Public concern with the environment is increasing. Eco-catastrophes and pictures of dying animals and devastated landscapes have prompted greater efforts to call to account those who are responsible. Yet not infrequently, the legal situation has allowed the responsible party to escape paying compensation, even when its financial situation would have permitted this.

A series of industrial accidents in the 1980s triggered attempts to use civil law as an instrument for settling the liability question in cases where ecological damage resulted in traditional forms of secondary environmental damage such as bodily injury or property damage. The objective of these efforts, grounded for the most part in strict liability, is to protect the property of damaged parties. In these cases, the damage involved a protected legal good, and could be quantified and indemnified according to the principles of
legal liability.

In a second phase, lawmakers addressed the problem of historical contamination by adding provisions on soil protection and pollution clean up to existing laws. Their purpose was to obligate industrial operators and landowners to clean up any pollution on their property. These provisions, too, are based on property rights under civil law.

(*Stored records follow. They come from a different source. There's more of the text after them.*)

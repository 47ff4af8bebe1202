/**
 * Page assembly: the report model (texts, tables, rendered SVG plots) into one self-contained
 * HTML page. No script, no external resource (a content security policy forbids any), print
 * styles for A4. Every user string is escaped by the `html` template tag.
 */
import { html, trusted, type SafeHtml } from './escape.ts';
import { FONT, PALETTE } from './theme.ts';

/** A figure: a rendered plot (SVG from the plotting library) with its caption. */
export interface Figure {
  title: string;
  svg: string;
  caption: string;
  /** Two figures marked `half` in a row sit side by side. */
  half?: boolean;
}

/** A table: header cells and rows of cells (plain text, escaped on output). */
export interface TableView {
  header: string[];
  rows: string[][];
  /** Row indices to highlight (e.g. the operating point). */
  marked?: number[];
  /** Number of leading text columns, aligned left (default 1); the rest are numbers, aligned right. */
  textColumns?: number;
}

/** A section of the page. */
export interface SectionView {
  id: string;
  title: string;
  /** Paragraphs before the figures. */
  intro: string[];
  figures: Figure[];
  tables: { caption: string; table: TableView }[];
  /** A note shown when the section has nothing to plot. */
  note?: string;
}

/** A highlighted answer card. */
export interface Card {
  label: string;
  value: string;
  detail: string[];
}

/** A built page and what the plotting library said while drawing it. */
export interface BuiltReport {
  html: string;
  /** Compiler and renderer warnings (a clean report has none). */
  warnings: string[];
  /** Number of plots drawn. */
  plots: number;
}

/** Everything the page shows. */
export interface ReportPage {
  name: string;
  description: string;
  summaryLine: string;
  facts: [string, string][];
  postSelection: string;
  cards: Card[];
  verdict: string[];
  sections: SectionView[];
  scenarioJson: string;
  /** What the page is of: a simulated run (default) or an analysis of recorded traces. */
  kind?: 'run' | 'analysis';
}

/** The texts that differ between the page of a run and that of an analysis of recorded traces. */
const TEXTS = {
  run: {
    kicker: 'singleshot · simulated single-shot readout',
    caution: 'Simulated fidelities are no substitute for measured ones: they show what this model of the device and the signal chain predicts, nothing more.',
    answer: 'Where to operate',
    footer: 'Made by singleshot from the run\'s tables alone; <code>singleshot report FOLDER</code> rebuilds this page. The scenario as run:',
  },
  analysis: {
    kicker: 'singleshot · analysis of recorded single-shot readout',
    caution: 'These figures are measured on the records against their labels: a preparation error or a wrong label counts as a readout error, and the calibration rows are left out of every figure.',
    answer: 'What the records show',
    footer: 'Made by singleshot from the analysis\'s tables alone; <code>singleshot report FOLDER</code> rebuilds this page. The pipeline as run:',
  },
} as const;

const STYLE = `
:root { --ink: ${PALETTE.ink}; --muted: ${PALETTE.muted}; --paper: ${PALETTE.paper}; --card: ${PALETTE.card};
  --rule: ${PALETTE.rule}; --accent: ${PALETTE.accent}; --caution: ${PALETTE.caution}; --caution-back: ${PALETTE.cautionBack}; }
* { box-sizing: border-box; }
body { margin: 0; background: var(--paper); color: var(--ink); font: 15px/1.55 ${FONT}; }
main { max-width: 980px; margin: 0 auto; padding: 28px 28px 56px; }
.masthead { border-bottom: 3px solid var(--accent); padding-bottom: 14px; }
.kicker { text-transform: uppercase; letter-spacing: .14em; font-size: 11px; color: var(--muted); margin: 0; }
h1 { font-size: 27px; line-height: 1.25; margin: 6px 0 6px; overflow-wrap: anywhere; }
.lede { margin: 0 0 10px; color: var(--muted); overflow-wrap: anywhere; }
.facts { display: grid; grid-template-columns: repeat(auto-fill, minmax(200px, 1fr)); gap: 4px 18px; margin: 8px 0 0; font-size: 13px; }
.facts div { display: flex; gap: 6px; }
.facts dt { color: var(--muted); }
.facts dd { margin: 0; font-weight: 600; overflow-wrap: anywhere; }
.summary-line { font-size: 13px; color: var(--muted); margin: 8px 0 0; }
.caution { border-left: 4px solid var(--caution); background: var(--caution-back); padding: 10px 16px; margin: 20px 0 6px; font-size: 14px; }
.caution p { margin: 4px 0; }
h2 { font-size: 19px; margin: 34px 0 10px; padding-bottom: 5px; border-bottom: 1px solid var(--rule); }
h3 { font-size: 14px; margin: 0 0 6px; }
section > p { margin: 6px 0; }
.cards { display: grid; grid-template-columns: repeat(auto-fit, minmax(280px, 1fr)); gap: 14px; margin: 12px 0; }
.card { background: var(--card); border: 1px solid var(--rule); border-top: 3px solid var(--accent); border-radius: 6px; padding: 12px 16px; }
.card .label { font-size: 12px; text-transform: uppercase; letter-spacing: .08em; color: var(--muted); margin: 0; }
.card .value { font-size: 24px; font-weight: 700; margin: 2px 0 4px; font-variant-numeric: tabular-nums; }
.card p { margin: 2px 0; font-size: 13px; overflow-wrap: anywhere; }
.verdict { background: var(--card); border: 1px solid var(--rule); border-radius: 6px; padding: 10px 16px; }
.verdict p { margin: 4px 0; }
.row { display: grid; grid-template-columns: 1fr 1fr; gap: 14px; }
figure { background: var(--card); border: 1px solid var(--rule); border-radius: 6px; padding: 12px 14px 10px; margin: 12px 0; break-inside: avoid; }
.row figure { margin: 0; }
figure svg { display: block; max-width: 100%; height: auto; margin: 0 auto; }
figcaption { font-size: 13px; color: var(--muted); margin-top: 6px; }
.note { font-size: 14px; color: var(--muted); background: var(--card); border: 1px dashed var(--rule); border-radius: 6px; padding: 10px 14px; }
.table-wrap { overflow-x: auto; background: var(--card); border: 1px solid var(--rule); border-radius: 6px; margin: 10px 0; }
table { border-collapse: collapse; font-size: 13px; width: 100%; }
caption { text-align: left; font-size: 13px; color: var(--muted); padding: 8px 10px 4px; }
th, td { padding: 5px 8px; border-bottom: 1px solid var(--rule); text-align: right; font-variant-numeric: tabular-nums; white-space: nowrap; }
th { font-weight: 600; background: #faf9f6; white-space: normal; overflow-wrap: anywhere; vertical-align: bottom; }
th.text, td.text { text-align: left; }
tr.marked td { background: #eef5f3; font-weight: 600; }
footer { margin-top: 40px; font-size: 12px; color: var(--muted); }
footer pre { white-space: pre-wrap; overflow-wrap: anywhere; background: var(--card); border: 1px solid var(--rule); border-radius: 6px; padding: 10px 12px; font-size: 11px; }
@page { size: A4; margin: 14mm; }
@media print {
  body { background: #fff; font-size: 10.5pt; }
  main { max-width: none; padding: 0; }
  figure, .card, .verdict, .table-wrap { border-color: #cfcac0; }
  h2 { break-after: avoid; }
  .table-wrap { overflow: visible; }
  th, td { white-space: normal; }
}
@media (max-width: 760px) { .row { grid-template-columns: 1fr; } }
`;

function tableHtml(caption: string, t: TableView): SafeHtml {
  const marked = new Set(t.marked ?? []);
  const left = t.textColumns ?? 1;
  const cls = (j: number) => trusted(j < left ? ' class="text"' : '');
  return html`<div class="table-wrap"><table>${caption ? html`<caption>${caption}</caption>` : ''}<thead><tr>${t.header.map((h, j) => html`<th scope="col"${cls(j)}>${h}</th>`)}</tr></thead><tbody>${
    t.rows.map((r, i) => html`<tr${marked.has(i) ? trusted(' class="marked"') : ''}>${r.map((c, j) => html`<td${cls(j)}>${c}</td>`)}</tr>`)
  }</tbody></table></div>`;
}

function figureHtml(f: Figure): SafeHtml {
  // the SVG comes from the plotting library, which escapes the text it draws
  return html`<figure><h3>${f.title}</h3>${trusted(f.svg)}<figcaption>${f.caption}</figcaption></figure>`;
}

function figuresHtml(figures: readonly Figure[]): SafeHtml[] {
  const out: SafeHtml[] = [];
  for (let i = 0; i < figures.length; i++) {
    const f = figures[i]!, g = figures[i + 1];
    if (f.half && g?.half) {
      out.push(html`<div class="row">${figureHtml(f)}${figureHtml(g)}</div>`);
      i++;
    } else out.push(figureHtml(f));
  }
  return out;
}

function sectionHtml(s: SectionView): SafeHtml {
  return html`<section id="${s.id}"><h2>${s.title}</h2>${s.intro.map((p) => html`<p>${p}</p>`)}${
    s.note ? html`<p class="note">${s.note}</p>` : ''}${figuresHtml(s.figures)}${s.tables.map((t) => tableHtml(t.caption, t.table))}</section>`;
}

/** A whole HTML document around `body`: no script, no external resource (the policy forbids any), the report's style. */
function documentHtml(title: string, body: SafeHtml): string {
  return `<!doctype html>
<html lang="en">
<head>
<meta charset="utf-8">
<meta http-equiv="Content-Security-Policy" content="default-src 'none'; style-src 'unsafe-inline'; img-src data:">
<meta name="viewport" content="width=device-width, initial-scale=1">
<title>${html`${title}`.html}</title>
<style>${STYLE}</style>
</head>
<body>
${body.html}
</body>
</html>
`;
}

/** The whole page as one HTML string. */
export function renderPage(p: ReportPage): string {
  const t = TEXTS[p.kind ?? 'run'];
  const body = html`<main>
<header class="masthead">
<p class="kicker">${t.kicker}</p>
<h1>${p.name}</h1>
${p.description ? html`<p class="lede">${p.description}</p>` : ''}
<dl class="facts">${p.facts.map(([k, v]) => html`<div><dt>${k}</dt><dd>${v}</dd></div>`)}</dl>
<p class="summary-line">${p.summaryLine}</p>
</header>
<aside class="caution" role="note">
<p><strong>Before quoting a number.</strong> A SPAM figure must come from full thresholded statistics — every scored shot, each assigned by the threshold — and any post-selection must be stated with its discard fraction. ${p.postSelection}</p>
<p>${t.caution}</p>
</aside>
<section id="answer"><h2>${t.answer}</h2>
<div class="cards">${p.cards.map((c) => html`<div class="card"><p class="label">${c.label}</p><p class="value">${c.value}</p>${c.detail.map((d) => html`<p>${d}</p>`)}</div>`)}</div>
<div class="verdict">${p.verdict.map((v) => html`<p>${v}</p>`)}</div>
</section>
${p.sections.map(sectionHtml)}
<footer>
<p>${trusted(t.footer)}</p>
<pre>${p.scenarioJson}</pre>
</footer>
</main>`;
  return documentHtml(`${p.name} · singleshot report`, body);
}

/** A page of sections without the run's caution and answer: the fit report's layout. */
export interface DocumentPage {
  /** The line above the title. */
  kicker: string;
  name: string;
  description: string;
  facts: [string, string][];
  sections: SectionView[];
  /** A sentence before the closing text block, and the block itself (shown as written). */
  footerNote: string;
  footerText: string;
}

/** The whole page of a DocumentPage as one HTML string (the same style and policy as renderPage). */
export function renderDocumentPage(p: DocumentPage): string {
  const body = html`<main>
<header class="masthead">
<p class="kicker">${p.kicker}</p>
<h1>${p.name}</h1>
${p.description ? html`<p class="lede">${p.description}</p>` : ''}
<dl class="facts">${p.facts.map(([k, v]) => html`<div><dt>${k}</dt><dd>${v}</dd></div>`)}</dl>
</header>
${p.sections.map(sectionHtml)}
<footer>
<p>${p.footerNote}</p>
<pre>${p.footerText}</pre>
</footer>
</main>`;
  return documentHtml(`${p.name} · singleshot`, body);
}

With pure, primary environmental damage, the situation is different, for it involves a free resource of nature which everyone has a right to use and benefit from equally. The principles of liability under civil law do not apply, because private property is not involved. However, special provisions under public law may empower the state, as trustee of all resources of nature, to require polluters to correct ecological damage or carry the costs for doing so. Police law provisions also make it possible to obligate potential polluters to install protections or to comply with minimum ecological standards.

Comprehensive proposal

In January 2002, in response to severe occurrences that have caused massive pollution and environmental damage over large areas of Europe in the past decades, the European Commission issued a draft directive on environmental liability. The new proposal is comprehensive in scope. Though focusing on prevention, it also regulates liability and provides for cleaning up new environmental damage. After the European Parliament incorporated several changes during the second reading, the document was returned to the European Commission, which is now to produce a final version for submission to, and approval by, the Council of the EU.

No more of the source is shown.